● **INSTRUCTIONS TO FOLLOW**: Would you please output, word for word, the span of the listing below that opens on the line containing "one = one *" and closes on the line containing "many = common[several][:, None, :] * own"? Include both ends and nothing more.

● **RECORDS FOR THE EXERCISE**:
◆ ◆ ◆ ◆ ◆ ◆ ◆

"""From support and leans to the shares each row of the register is expected to find."""

from __future__ import annotations

from typing import Any

import numpy as np
import pytensor.tensor as pt

from models.arrays import CountedArrays, Floats, Indices, RowArrays

Array = Any


def part_data(rows: RowArrays, *, with_regions: bool) -> dict[str, Any]:
    """Index arrays that let parts with one region be computed apart from those with several."""
    asked = (rows.region_mix > 0).sum(axis=1)
    alone, several = np.flatnonzero(asked == 1), np.flatnonzero(asked > 1)
    weight = rows.region_weight if with_regions else np.ones((len(asked), 1))
    knot, knot_weight = nearest_knots(weight)
    return {
        "row_of_part": rows.row_of_part,
        "national_weight": rows.national_weight,
        "alone": alone,
        "several": several,
        "parts_of_row": _parts_of_row(rows, np.concatenate([alone, several])),
        "region_alone": rows.region_mix[alone].argmax(axis=1) if len(alone) else alone,
        "region_mix_alone": rows.region_mix[alone].sum(axis=1),
        "region_mix_several": rows.region_mix[several],
        "region_weight_several": weight[several],
        "region_knot": knot,
        "region_knot_weight": knot_weight,
    }


def counted_data(counted: CountedArrays, *, with_regions: bool) -> dict[str, Any]:
    """Arrays of the counted regions, as data of the model."""
    weight = counted.region_weight if with_regions else np.ones((len(counted.region), 1))
    knot, knot_weight = nearest_knots(weight)
    return {
        "counted_share": counted.share,
        "counted_people": np.array(counted.people),
        "counted_region": counted.region,
        "counted_national_weight": counted.national_weight,
        "counted_knot": knot,
        "counted_knot_weight": knot_weight,
    }


def nearest_knots(weight: Floats) -> tuple[Indices, Floats]:
    """The few knots that each line weighs, and their weights; dims (line, near knot)."""
    width = int((weight > 0).sum(axis=1).max())
    knot = np.argsort(-weight, axis=1, kind="stable")[:, :width]
    return knot, np.take_along_axis(weight, knot, axis=1)


def _parts_of_row(rows: RowArrays, order: Indices) -> Indices:
    """Where the parts of each row stand in ``order``, one past its end for none; dims (row, part of it)."""
    row_of_place = rows.row_of_part[order]
    by_row = np.argsort(row_of_place, kind="stable")
    count = np.bincount(rows.row_of_part, minlength=len(rows.respondents))
    first = np.repeat(np.cumsum(count) - count, count)
    slot = np.arange(len(order)) - first
    places = np.full((len(count), count.max()), len(order), dtype=np.int64)
    places[row_of_place[by_row], slot] = by_row
    return places


def row_shares(data: dict[str, Array], *, national: Array, region: Array, lean: Array | None) -> Array:
    """Expected shares of all parties in each row; dims (row, party).

    Parameters
    ----------
    data
        The model's data, :func:`part_data` among them.
    national
        What polls see nationally, at the national knots, dims (knot, party).
    region
        Each region's own support E at the regional knots, dims (knot, region, party).
    lean
        Leans of each row, log support, dims (row, party); None without any.
    """
    common = pt.dot(data["national_weight"], national)
    if lean is not None:
        common = common + lean[data["row_of_part"]]
    common = pt.exp(common)
    knot, weight = data["region_knot"], data["region_knot_weight"]
    knots, regions, parties = region.shape
    alone, several = data["alone"], data["several"]

    one = common[alone] * near_support(region, knot[alone], weight[alone], data["region_alone"])
    one = one * (data["region_mix_alone"] / one.sum(axis=-1))[:, None]

    # A product over all knots is faster here than fetching the few that a row weighs, region by region.
    own = pt.dot(data["region_weight_several"], region.reshape((knots, regions * parties)))
    own = own.reshape((-1, regions, parties))
    many = common[several][:, None, :] * own
    many = (many * (data["region_mix_several"] / many.sum(axis=-1))[:, :, None]).sum(axis=1)

    parts = pt.concatenate([one, many, pt.zeros_like(common[:1])], axis=0)
    places = data["parts_of_row"]
    return parts[places.ravel()].reshape((*places.shape, parties)).sum(axis=1)


def counted_shares(data: dict[str, Array], *, national: Array, region: Array) -> Array:
    """Support of each counted region on its polling day, without any lean; dims (counted, party)."""
    common = pt.exp(pt.dot(data["counted_national_weight"], national))
    own = near_support(region, data["counted_knot"], data["counted_knot_weight"], data["counted_region"])
    return common * own / (common * own).sum(axis=-1, keepdims=True)


def near_support(region: Array, knot: Array, weight: Array, where: Array) -> Array:
    """One region's own support on each line, between its nearest knots; dims (line, party)."""
    knots, regions, parties = region.shape
    at = knot * regions + where[:, None]
    near = region.reshape((knots * regions, parties))[at.ravel()].reshape((*at.shape, parties))
    return (near * weight[:, :, None]).sum(axis=1)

◆ ◆ ◆ ◆ ◆ ◆ ◆

● **THE COMPLETED TASK**:
    one = one * (data["region_mix_alone"] / one.sum(axis=-1))[:, None]

    # A product over all knots is faster here than fetching the few that a row weighs, region by region.
    own = pt.dot(data["region_weight_several"], region.reshape((knots, regions * parties)))
    own = own.reshape((-1, regions, parties))
    many = common[several][:, None, :] * own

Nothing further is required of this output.